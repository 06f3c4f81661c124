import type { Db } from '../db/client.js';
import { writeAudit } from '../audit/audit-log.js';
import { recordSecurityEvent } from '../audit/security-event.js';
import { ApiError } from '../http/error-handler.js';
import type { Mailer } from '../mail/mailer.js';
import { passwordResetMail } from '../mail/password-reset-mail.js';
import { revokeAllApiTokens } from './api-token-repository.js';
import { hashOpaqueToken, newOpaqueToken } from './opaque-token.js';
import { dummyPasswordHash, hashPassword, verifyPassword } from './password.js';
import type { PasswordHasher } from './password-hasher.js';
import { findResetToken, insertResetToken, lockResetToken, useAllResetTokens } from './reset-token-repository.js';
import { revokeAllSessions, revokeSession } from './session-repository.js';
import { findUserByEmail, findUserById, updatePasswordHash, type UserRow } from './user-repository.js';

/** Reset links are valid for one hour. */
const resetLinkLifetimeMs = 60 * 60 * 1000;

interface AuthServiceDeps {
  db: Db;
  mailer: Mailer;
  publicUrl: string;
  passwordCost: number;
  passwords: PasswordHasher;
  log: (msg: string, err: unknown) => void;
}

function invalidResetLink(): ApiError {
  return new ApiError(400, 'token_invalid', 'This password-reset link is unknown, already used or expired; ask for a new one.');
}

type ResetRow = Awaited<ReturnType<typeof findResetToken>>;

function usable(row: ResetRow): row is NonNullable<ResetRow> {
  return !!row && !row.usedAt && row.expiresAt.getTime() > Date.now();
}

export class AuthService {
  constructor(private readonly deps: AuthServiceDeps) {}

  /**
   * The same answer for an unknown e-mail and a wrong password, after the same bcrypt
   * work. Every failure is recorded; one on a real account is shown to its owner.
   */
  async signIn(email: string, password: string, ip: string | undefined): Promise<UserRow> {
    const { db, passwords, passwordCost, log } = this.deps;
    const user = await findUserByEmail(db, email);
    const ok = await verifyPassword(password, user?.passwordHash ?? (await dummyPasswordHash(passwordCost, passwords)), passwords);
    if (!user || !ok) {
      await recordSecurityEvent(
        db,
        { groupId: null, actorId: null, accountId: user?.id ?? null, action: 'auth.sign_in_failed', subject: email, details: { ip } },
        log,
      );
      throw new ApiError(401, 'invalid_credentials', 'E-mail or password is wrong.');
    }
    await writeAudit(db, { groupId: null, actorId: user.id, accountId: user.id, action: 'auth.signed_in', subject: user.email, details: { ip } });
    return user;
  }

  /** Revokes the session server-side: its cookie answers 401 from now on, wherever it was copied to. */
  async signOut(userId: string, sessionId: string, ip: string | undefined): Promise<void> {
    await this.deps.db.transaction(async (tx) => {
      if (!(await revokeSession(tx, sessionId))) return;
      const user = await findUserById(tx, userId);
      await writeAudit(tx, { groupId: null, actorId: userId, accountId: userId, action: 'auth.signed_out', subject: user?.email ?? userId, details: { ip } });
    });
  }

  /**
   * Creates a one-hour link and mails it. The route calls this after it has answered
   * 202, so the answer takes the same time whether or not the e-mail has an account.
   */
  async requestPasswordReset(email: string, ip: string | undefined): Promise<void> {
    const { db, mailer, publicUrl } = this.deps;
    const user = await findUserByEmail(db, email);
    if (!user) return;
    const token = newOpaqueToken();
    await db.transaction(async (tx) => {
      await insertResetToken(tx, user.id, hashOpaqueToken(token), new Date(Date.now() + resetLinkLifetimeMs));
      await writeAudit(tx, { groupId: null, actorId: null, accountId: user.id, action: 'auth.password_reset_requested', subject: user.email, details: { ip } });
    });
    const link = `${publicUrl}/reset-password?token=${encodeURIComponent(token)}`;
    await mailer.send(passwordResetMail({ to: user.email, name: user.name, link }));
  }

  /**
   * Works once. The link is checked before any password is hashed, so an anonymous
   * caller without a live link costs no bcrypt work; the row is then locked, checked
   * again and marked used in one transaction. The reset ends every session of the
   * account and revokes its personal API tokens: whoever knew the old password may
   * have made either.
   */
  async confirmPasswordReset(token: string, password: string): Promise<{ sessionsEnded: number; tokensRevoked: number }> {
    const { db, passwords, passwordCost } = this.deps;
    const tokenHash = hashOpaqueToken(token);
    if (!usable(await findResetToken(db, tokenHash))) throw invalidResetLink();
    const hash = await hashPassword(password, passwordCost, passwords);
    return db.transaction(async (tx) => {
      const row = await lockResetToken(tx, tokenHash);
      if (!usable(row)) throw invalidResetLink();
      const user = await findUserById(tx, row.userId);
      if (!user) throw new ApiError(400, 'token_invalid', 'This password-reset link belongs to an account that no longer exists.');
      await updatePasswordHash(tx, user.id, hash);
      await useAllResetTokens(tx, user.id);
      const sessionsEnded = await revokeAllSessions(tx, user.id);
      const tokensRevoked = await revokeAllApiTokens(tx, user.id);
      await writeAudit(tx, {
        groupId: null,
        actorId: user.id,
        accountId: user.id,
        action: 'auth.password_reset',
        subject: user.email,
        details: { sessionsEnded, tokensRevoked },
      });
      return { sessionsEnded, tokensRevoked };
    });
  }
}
************
Exercise requirements.
Only the lines from the start of the material through the line containing "mailer: Mailer;" should be repeated, and they should be repeated exactly.

Answer section.
repository 06f3c4f81661c124
import type { Db } from '../db/client.js';
import { writeAudit } from '../audit/audit-log.js';
import { recordSecurityEvent } from '../audit/security-event.js';
import { ApiError } from '../http/error-handler.js';
import type { Mailer } from '../mail/mailer.js';
import { passwordResetMail } from '../mail/password-reset-mail.js';
import { revokeAllApiTokens } from './api-token-repository.js';
import { hashOpaqueToken, newOpaqueToken } from './opaque-token.js';
import { dummyPasswordHash, hashPassword, verifyPassword } from './password.js';
import type { PasswordHasher } from './password-hasher.js';
import { findResetToken, insertResetToken, lockResetToken, useAllResetTokens } from './reset-token-repository.js';
import { revokeAllSessions, revokeSession } from './session-repository.js';
import { findUserByEmail, findUserById, updatePasswordHash, type UserRow } from './user-repository.js';

/** Reset links are valid for one hour. */
const resetLinkLifetimeMs = 60 * 60 * 1000;

interface AuthServiceDeps {
  db: Db;
  mailer: Mailer;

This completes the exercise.